Türkiye Gençlik STK’ları Platformu’nca, “Genç Türkiye Forumu 8 – Gençlerin inanç ve dindarlık algısı” temalı forum gerçekleştirildi. Foruma, Diyanet İşleri Başkanı Ali Erbaş, İlim Yayma Vakfı Mütevelli Heyeti Başkanı Bilal Erdoğan, Memur-Sen Genel Başkanı Ali Yalçın, Türkiye Gençlik STK’ları Platformu Yönetim Kurulu Başkanı Ali Haydar Ustaosmanoğlu ve davetli gençler katıldı. Program sonrası açıklamalarda bulunan Bilal Erdoğan, programda, 13 ilden 300 gencin katılımıyla gençlerin inanç ve din algısı üzerine konuştuklarını söyledi.
“UMRE VE KUDÜS ZİYARETİ HEDİYE EDİLDİ”
Konuların gençlerle geniş bir şekilde ele alındığını ifade eden Bilal Erdoğan, “Güzel istifadeli bir oturum oldu. Aynı zamanda Diyanet İşleri Başkanımızın öncülüğünde birçok katılımcı gencimize Umre ve Kudüs ziyareti hediye edildi. İnşallah bu tür konuların derinlemesine konuşulduğu, sadece yüzeysel sosyal medya bilgileri, sloganlarla değil, oturulup etraflı bir şekilde değerlendirildiği çalışmalar artarak devam eder.” dedi.

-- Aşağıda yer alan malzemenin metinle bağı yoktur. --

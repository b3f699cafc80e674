import type { Line } from "../fit/line-fit.ts";
import type { Face } from "../joints/joint-faces.ts";

/** Where the joint lies in a section: the nominal one turned about the nominal root, then moved. */
export interface Placement {
  readonly l_mm: number;
  readonly n_mm: number;
  /** From lateral toward normal, radians. */
  readonly turn_rad: number;
}

/** Where a placement puts a face, as a line in that face's own nominal axes. */
export function placedLine(face: Face, { l_mm, n_mm, turn_rad }: Placement): Line {
  const [l, n] = face.near;
  const [cos, sin] = [Math.cos(turn_rad), Math.sin(turn_rad)];
  const dl = l * cos - n * sin + l_mm - l;
  const dn = l * sin + n * cos + n_mm - n;
  const [c, s] = [Math.cos(face.direction_rad), Math.sin(face.direction_rad)];
  return { t_mm: dl * c + dn * s, d_mm: dn * c - dl * s, angle_rad: turn_rad };
}
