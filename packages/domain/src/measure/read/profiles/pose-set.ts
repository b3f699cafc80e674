/** Numbers kept a pose: the point, then the sensor's x and z axes in the part frame. */
const PER_POSE = 9;

/** Stations that differ by less are the same station, in mm: files round them differently. */
export const STATION_TOLERANCE_MM = 1e-3;

/** Where the sensor stood at one profile. */
export interface SensorPose {
  /** Station in mm, or the profile's number. */
  readonly key: number;
  readonly point_mm: readonly [number, number, number];
  /** Unit quaternion w, x, y, z: turns the sensor frame into the part frame. */
  readonly quaternion: readonly [number, number, number, number];
  /** 1-based line, 0 where there is none. */
  readonly line: number;
}

/** The poses of one scan in ascending order of their key, ready to carry points into the part frame. */
export class PoseSet {
  /** Keys, ascending. */
  readonly keys: Float64Array;
  /** Line of each pose in its file, by the same order. */
  readonly lines: Int32Array;
  readonly #frames: Float64Array;
  readonly #tolerance: number;
  /** The last point carried, mm, part frame. */
  x_mm = 0;
  y_mm = 0;
  z_mm = 0;

  /** @param tolerance keys that differ by no more are the same */
  constructor(poses: readonly SensorPose[], tolerance: number) {
    const sorted = poses.toSorted((a, b) => a.key - b.key);
    this.keys = Float64Array.from(sorted, (pose) => pose.key);
    this.lines = Int32Array.from(sorted, (pose) => pose.line);
    this.#frames = new Float64Array(PER_POSE * sorted.length);
    this.#tolerance = tolerance;
    sorted.forEach((pose, i) => {
      this.#frames.set(frameOf(pose), PER_POSE * i);
    });
  }

  /** Index of the pose with this key, the nearest within the tolerance; -1 where there is none. */
  find(key: number): number {
    const { keys } = this;
    let low = 0;
    let high = keys.length;
    while (low < high) {
      const middle = (low + high) >>> 1;
      if (keys[middle]! < key) low = middle + 1;
      else high = middle;
    }
    const after = low < keys.length ? keys[low]! - key : Number.POSITIVE_INFINITY;
    const before = low > 0 ? key - keys[low - 1]! : Number.POSITIVE_INFINITY;
    if (Math.min(after, before) > this.#tolerance) return -1;
    return after <= before ? low : low - 1;
  }

  /** Carries the return (x, z) of profile `index` into the part frame: p = P + R(q) (x, 0, z). */
  carry(index: number, x_mm: number, z_mm: number): void {
    const f = this.#frames;
    const at = PER_POSE * index;
    this.x_mm = f[at]! + f[at + 3]! * x_mm + f[at + 6]! * z_mm;
    this.y_mm = f[at + 1]! + f[at + 4]! * x_mm + f[at + 7]! * z_mm;
    this.z_mm = f[at + 2]! + f[at + 5]! * x_mm + f[at + 8]! * z_mm;
  }
}

/** Point, x axis and z axis of a pose; the axes are columns 1 and 3 of the quaternion's rotation matrix. */
function frameOf({ point_mm, quaternion }: SensorPose): number[] {
  const [w, x, y, z] = quaternion;
  const xAxis = [1 - 2 * (y * y + z * z), 2 * (x * y + w * z), 2 * (x * z - w * y)];
  const zAxis = [2 * (x * z + w * y), 2 * (y * z - w * x), 1 - 2 * (x * x + y * y)];
  return [...point_mm, ...xAxis, ...zAxis];
}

“TABLO ABARTILDIĞI GİBİ DEĞİL”
Bir gazetecinin, “Gençlerin inanç ve dindarlıktan uzaklaştığı ifade ediliyor. Siz, bu sava katılıyor musunuz?” sorusu üzerine Bilal Erdoğan, şöyle konuştu:
“Ben, bu sava katılmıyorum. Çünkü bu tür çalışmaların geçmişle kıyaslanarak yapıldığı zaman bir anlamı var. Eğer bu tür şeylerin arttığını veya gençlerin dinden uzaklaştığını söyleyeceksek, bunun 5’er yıllık aralıklarla yapılan bir bilgi seti eşliğinde değerlendirilmesi lazım. Ama gençlik her zamanki gençlik, arayışları, tutkuları, itirazları, muhalefeti olan gençlik. Dolayısıyla bu tür sorgulamaları gençlik döneminde yapan gençlerimizin inançla ilgili arayışı da var, hayatla, varoluşla ilgili sorgulamaları da var. Ama bunları zamanla oturan, demlenen ve gençlerin yeniden bu toprakları bize vatan yapan değerlerle barıştığı bir düzleme doğru evrilen bir süreç olarak görüyorum. Onun için bu zamanın kendine has akımları, furyaları, trendleri var. 10, 20, 50 yıl öncesinin kendine has trendleri akımları var. Bunlardan en önce gençlerin etkilendiğini biliyoruz. İletişim çağı dediğimiz bu çağda dünyadaki egemen akımlardan da gençlerimizin çok etkilendiğini biliyoruz. Dolayısıyla bugün bunları da bunların etkisini de konuştuk. Yaptığımız araştırmalarda bugünkü tablo da abartıldığı gibi değil, normalinde ilerleyen belki bir tablo olduğunu ama bunun üzerinde çalışılması, daha derinlemesine okumalar yapılması gerektiğini konuştuk.”